[Dataset entries]
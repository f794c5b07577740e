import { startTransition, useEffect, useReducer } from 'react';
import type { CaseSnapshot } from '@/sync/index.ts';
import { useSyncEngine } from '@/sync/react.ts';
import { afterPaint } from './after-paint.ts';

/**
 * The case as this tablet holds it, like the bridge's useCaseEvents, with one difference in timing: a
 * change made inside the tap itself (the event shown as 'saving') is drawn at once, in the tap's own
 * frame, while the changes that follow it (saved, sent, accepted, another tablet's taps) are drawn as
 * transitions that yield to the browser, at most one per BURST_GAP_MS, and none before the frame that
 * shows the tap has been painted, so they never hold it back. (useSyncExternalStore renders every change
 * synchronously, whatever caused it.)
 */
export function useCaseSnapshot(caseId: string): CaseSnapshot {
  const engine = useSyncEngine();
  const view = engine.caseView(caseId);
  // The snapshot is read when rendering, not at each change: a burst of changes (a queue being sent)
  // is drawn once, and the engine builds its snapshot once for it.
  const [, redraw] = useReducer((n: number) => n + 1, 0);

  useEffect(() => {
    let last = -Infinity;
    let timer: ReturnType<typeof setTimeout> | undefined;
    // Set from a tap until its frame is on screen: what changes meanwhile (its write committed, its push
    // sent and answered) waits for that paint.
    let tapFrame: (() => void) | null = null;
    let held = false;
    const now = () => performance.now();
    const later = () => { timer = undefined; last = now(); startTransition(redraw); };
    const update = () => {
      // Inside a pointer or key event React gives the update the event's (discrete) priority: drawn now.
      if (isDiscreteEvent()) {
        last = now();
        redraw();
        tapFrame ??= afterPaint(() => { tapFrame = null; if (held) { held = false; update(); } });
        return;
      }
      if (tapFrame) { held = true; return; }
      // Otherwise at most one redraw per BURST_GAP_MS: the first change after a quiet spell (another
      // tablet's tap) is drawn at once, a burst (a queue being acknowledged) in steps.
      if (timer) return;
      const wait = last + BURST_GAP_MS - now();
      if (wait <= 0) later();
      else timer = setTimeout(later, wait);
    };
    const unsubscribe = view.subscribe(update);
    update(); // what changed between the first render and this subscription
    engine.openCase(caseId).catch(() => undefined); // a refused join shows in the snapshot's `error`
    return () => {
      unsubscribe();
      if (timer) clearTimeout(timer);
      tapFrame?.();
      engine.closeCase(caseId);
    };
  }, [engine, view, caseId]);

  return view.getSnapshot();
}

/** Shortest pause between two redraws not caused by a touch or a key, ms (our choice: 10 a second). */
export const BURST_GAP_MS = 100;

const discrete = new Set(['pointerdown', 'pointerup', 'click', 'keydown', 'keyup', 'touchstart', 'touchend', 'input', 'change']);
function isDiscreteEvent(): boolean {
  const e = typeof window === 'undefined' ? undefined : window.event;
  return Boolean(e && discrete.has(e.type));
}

- INSTRUCTIONS TO FOLLOW:
Print the data above again, with nothing altered and nothing left out.

- THE COMPLETED TASK:
repository f794c5b07577740e
import { startTransition, useEffect, useReducer } from 'react';
import type { CaseSnapshot } from '@/sync/index.ts';
import { useSyncEngine } from '@/sync/react.ts';
import { afterPaint } from './after-paint.ts';

/**
 * The case as this tablet holds it, like the bridge's useCaseEvents, with one difference in timing: a
 * change made inside the tap itself (the event shown as 'saving') is drawn at once, in the tap's own
 * frame, while the changes that follow it (saved, sent, accepted, another tablet's taps) are drawn as
 * transitions that yield to the browser, at most one per BURST_GAP_MS, and none before the frame that
 * shows the tap has been painted, so they never hold it back. (useSyncExternalStore renders every change
 * synchronously, whatever caused it.)
 */
export function useCaseSnapshot(caseId: string): CaseSnapshot {
  const engine = useSyncEngine();
  const view = engine.caseView(caseId);
  // The snapshot is read when rendering, not at each change: a burst of changes (a queue being sent)
  // is drawn once, and the engine builds its snapshot once for it.
  const [, redraw] = useReducer((n: number) => n + 1, 0);

  useEffect(() => {
    let last = -Infinity;
    let timer: ReturnType<typeof setTimeout> | undefined;
    // Set from a tap until its frame is on screen: what changes meanwhile (its write committed, its push
    // sent and answered) waits for that paint.
    let tapFrame: (() => void) | null = null;
    let held = false;
    const now = () => performance.now();
    const later = () => { timer = undefined; last = now(); startTransition(redraw); };
    const update = () => {
      // Inside a pointer or key event React gives the update the event's (discrete) priority: drawn now.
      if (isDiscreteEvent()) {
        last = now();
        redraw();
        tapFrame ??= afterPaint(() => { tapFrame = null; if (held) { held = false; update(); } });
        return;
      }
      if (tapFrame) { held = true; return; }
      // Otherwise at most one redraw per BURST_GAP_MS: the first change after a quiet spell (another
      // tablet's tap) is drawn at once, a burst (a queue being acknowledged) in steps.
      if (timer) return;
      const wait = last + BURST_GAP_MS - now();
      if (wait <= 0) later();
      else timer = setTimeout(later, wait);
    };
    const unsubscribe = view.subscribe(update);
    update(); // what changed between the first render and this subscription
    engine.openCase(caseId).catch(() => undefined); // a refused join shows in the snapshot's `error`
    return () => {
      unsubscribe();
      if (timer) clearTimeout(timer);
      tapFrame?.();
      engine.closeCase(caseId);
    };
  }, [engine, view, caseId]);

  return view.getSnapshot();
}

/** Shortest pause between two redraws not caused by a touch or a key, ms (our choice: 10 a second). */
export const BURST_GAP_MS = 100;

const discrete = new Set(['pointerdown', 'pointerup', 'click', 'keydown', 'keyup', 'touchstart', 'touchend', 'input', 'change']);
function isDiscreteEvent(): boolean {
  const e = typeof window === 'undefined' ? undefined : window.event;
  return Boolean(e && discrete.has(e.type));
}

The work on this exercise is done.